There’s a lot to like here, only on the condition that Ramírez is at least four years away from sniffing the majors, and there are unlimited paths his career could take between now and then. The Mets can afford to take it slow with their young outfielder, but that should pay dividends down the line.

RHP Joel Diaz

2021 Stats: 39.0 IP, 0.23 ERA, 50 SO, 8 BB

I’m digging deep for this one, because that’s what you have to do in a system that drops off a cliff after the top prospects who get dissected and discussed ad nauseam.

Way down in the Dominican Summer League, at the lowest level of the minor league ladder, a 17-year-old named Joel Diaz has been having his way with opposing batters all summer long. After avoiding an earned run like the plague over his first nine starts, Diaz finally cracked to allow one to score on Sept. 7.

That doesn’t mean batters have figured him out. Diaz is still running a .388 opponent’s OPS and striking out exactly a third of the hitters he’s faced. The only starting pitcher in the organization with as many innings pitched and a better strikeout rate than Diaz is Tylor Megill, who fanned 36 percent of his counterparts before earning a major league promotion.

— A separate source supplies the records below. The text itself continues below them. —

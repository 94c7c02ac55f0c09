package chem

import (
	"cmp"
	"fmt"
	"slices"
	"strings"
	"sync"
)

// MutualSolubility says how much of each of two layers is the other liquid, as
// mass fractions of the saturated layers.
type MutualSolubility struct {
	WaterInSolvent, SolventInWater Fraction
	// HasWaterInSolvent and HasSolventInWater are false where the table has no value.
	HasWaterInSolvent, HasSolventInWater bool
	Source                               string
	Notes                                []string
}

// solubilityReach is how far from a tabulated temperature the nearest value
// still serves. Near room temperature these solubilities change by a few
// hundredths of themselves in 5 K (ethyl acetate in water 8.7 % at 20 °C,
// 8.15 % at 25 °C in the table).
const solubilityReach Temperature = 10

type solubilityPoint struct {
	at     Temperature
	value  Fraction
	source string
	rank   int
}

type solubilityTable struct{ waterInSolvent, solventInWater []solubilityPoint }

var mutualSolubilities = sync.OnceValue(func() map[string]*solubilityTable {
	tables := make(map[string]*solubilityTable)
	for _, row := range withMore("mutual_solubility") {
		table := tables[row.text("cas")]
		if table == nil {
			table = &solubilityTable{}
			tables[row.text("cas")] = table
		}
		point := solubilityPoint{at: Celsius(row.must("temperature_C")), source: row.text("source"), rank: solubilityRank(row)}
		if w, ok := row.number("water_in_solvent_w_w_percent"); ok {
			point.value = Fraction(w) * Percent
			table.waterInSolvent = append(table.waterInSolvent, point)
		}
		if w, ok := row.number("solvent_in_water_w_w_percent"); ok {
			point.value = Fraction(w) * Percent
			table.solventInWater = append(table.solventInWater, point)
		}
	}
	for _, table := range tables {
		table.waterInSolvent = bestPoints(table.waterInSolvent)
		table.solventInWater = bestPoints(table.solventInWater)
	}
	return tables
})

// solubilityRank puts evaluated data first, then handbook layers, then pairs
// from memory, then single solubilities without the other layer.
func solubilityRank(r row) int {
	switch source := r.text("source"); {
	case strings.Contains(source, "IUPAC"):
		return 0
	case strings.Contains(source, "Lange"):
		return 1
	case r.text("water_in_solvent_w_w_percent") != "":
		return 2
	default:
		return 3
	}
}

// bestPoints keeps the best-ranked point of each temperature, in order of temperature.
func bestPoints(points []solubilityPoint) []solubilityPoint {
	slices.SortStableFunc(points, func(a, b solubilityPoint) int {
		return cmp.Or(cmp.Compare(a.at, b.at), cmp.Compare(a.rank, b.rank))
	})
	return slices.CompactFunc(points, func(a, b solubilityPoint) bool { return a.at == b.at })
}

// MutualSolubilityOf returns how much water a solvent takes up and how much of
// the solvent goes into water at a temperature, between tabulated temperatures
// by a straight line. Up to 10 K outside them the nearest value is taken and a
// note says so; further away the error wraps ErrOutOfRange. It wraps
// ErrNoData where the solvent has no row. Salt in the water lowers both.
func MutualSolubilityOf(solvent string, t Temperature) (MutualSolubility, error) {
	table, ok := mutualSolubilities()[solvent]
	if !ok {
		return MutualSolubility{}, &DataError{Of: mutualSolubilityOf(solvent), Err: ErrNoData, Remedy: "give the water in the solvent and the solvent in water as % w/w"}
	}
	var s MutualSolubility
	var errWater, errSolvent error
	s.WaterInSolvent, s.HasWaterInSolvent, errWater = s.read(solvent, table.waterInSolvent, t)
	s.SolventInWater, s.HasSolventInWater, errSolvent = s.read(solvent, table.solventInWater, t)
	return s, firstError(errWater, errSolvent)
}

// mutualSolubilityOf names the quantity for a message.
func mutualSolubilityOf(solvent string) string {
	return "mutual solubility of water and " + nameOfCAS(solvent)
}

// read interpolates in one column and adds the source and note of the value.
func (s *MutualSolubility) read(solvent string, points []solubilityPoint, t Temperature) (Fraction, bool, error) {
	if len(points) == 0 {
		return 0, false, nil
	}
	low, high := points[0].at, points[len(points)-1].at
	if !(t >= low-solubilityReach && t <= high+solubilityReach) {
		return 0, false, &DataError{
			Of: fmt.Sprintf("%s at %.1f °C", mutualSolubilityOf(solvent), t.Celsius()), Err: ErrOutOfRange,
			Limit:  fmt.Sprintf("%.0f to %.0f °C", (low - solubilityReach).Celsius(), (high + solubilityReach).Celsius()),
			Remedy: "let the layers come to room temperature or give the solubilities",
		}
	}
	i := slices.IndexFunc(points, func(p solubilityPoint) bool { return p.at >= t })
	switch {
	case i < 0:
		return s.nearest(points[len(points)-1])
	case points[i].at == t:
		s.cite(points[i].source)
		return points[i].value, true, nil
	case i == 0:
		return s.nearest(points[0])
	}
	a, b := points[i-1], points[i]
	s.cite(a.source)
	share := Fraction((t - a.at) / (b.at - a.at))
	return a.value + share*(b.value-a.value), true, nil
}

func (s *MutualSolubility) nearest(p solubilityPoint) (Fraction, bool, error) {
	s.cite(p.source)
	note := fmt.Sprintf("value at %.0f °C taken, the nearest in the table", p.at.Celsius())
	if !slices.Contains(s.Notes, note) {
		s.Notes = append(s.Notes, note)
	}
	return p.value, true, nil
}

func (s *MutualSolubility) cite(source string) {
	switch {
	case s.Source == "":
		s.Source = source
	case !strings.Contains(s.Source, source):
		s.Source += " | " + source
	}
}

// LostToWater returns the mass of solvent that a mass of water carries off once
// saturated, w/(1 − w) of it. It refuses where the table has no value.
func (s MutualSolubility) LostToWater(water Mass) (Mass, bool) {
	if !s.HasSolventInWater {
		return 0, false
	}
	return water * Mass(s.SolventInWater/(1-s.SolventInWater)), true
}

// WaterTaken returns the mass of water that a mass of solvent takes up once
// saturated; false where the table has no value.
func (s MutualSolubility) WaterTaken(solvent Mass) (Mass, bool) {
	if !s.HasWaterInSolvent {
		return 0, false
	}
	return solvent * Mass(s.WaterInSolvent/(1-s.WaterInSolvent)), true
}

He sits in the 91-93 mph range, but Diaz has been able to dial his fastball up to 95-96 mph. Though he isn’t skinny and super projectable like some of his DSL teammates, the occasional appearance of mid-90s velocity is confirmation that it exists and can be harnessed with continued mechanical refinements.

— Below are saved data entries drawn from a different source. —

package chem

import (
	"errors"
	"fmt"
	"strings"
)

// ErrImpossible is the cause where no amount of anything gives what was asked.
var ErrImpossible = errors.New("can't be reached")

// A DataError is a refusal: what was asked, why there is no answer, the limit
// that was met, and what would do instead.
type DataError struct {
	Of     string // what was being computed: "vapour pressure of pentanal at 300.0 °C"
	Err    error  // ErrNoData, ErrOutOfRange or ErrImpossible
	Limit  string // the range or limit in words; may be empty
	Remedy string // what would do: "give antoine=A;B;C"; may be empty
}

// Error puts the parts into one line.
func (e *DataError) Error() string {
	var b strings.Builder
	fmt.Fprintf(&b, "%s: %v", e.Of, e.Err)
	if e.Limit != "" {
		fmt.Fprintf(&b, " (%s)", e.Limit)
	}
	if e.Remedy != "" {
		fmt.Fprintf(&b, "; %s", e.Remedy)
	}
	return b.String()
}

// Unwrap returns the cause.
func (e *DataError) Unwrap() error { return e.Err }

// mustBePositive refuses a value that isn't a number above zero.
func mustBePositive[Q ~float64](of, name string, x Q) error {
	if x > 0 && Finite(x) {
		return nil
	}
	return &DataError{Of: of, Err: ErrOutOfRange, Limit: name + " must be above zero", Remedy: "give a positive " + name}
}

// mustBeShare refuses a value that isn't from zero to below one, or to one
// where the upper end counts as well.
func mustBeShare[Q ~float64](of, name string, x Q, oneCounts bool) error {
	if x >= 0 && (x < 1 || (oneCounts && x == 1)) {
		return nil
	}
	limit := name + " must be from 0 % to below 100 %"
	if oneCounts {
		limit = name + " must be from 0 % to 100 %"
	}
	return &DataError{Of: of, Err: ErrOutOfRange, Limit: limit, Remedy: "give a share such as 95 %"}
}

Diaz also works in a changeup and curve ball, the latter of which is the primary offspeed offering. He commands it pretty well for a 17-year-old and goes to it frequently with two strikes.

The old adage of not scouting the statline rings especially loud when it comes to the DSL, but Diaz has the stuff to back up the numbers. In a non-COVID year he would have likely been on a flight to Florida in August, but he’ll set his sights on a stateside debut in 2022.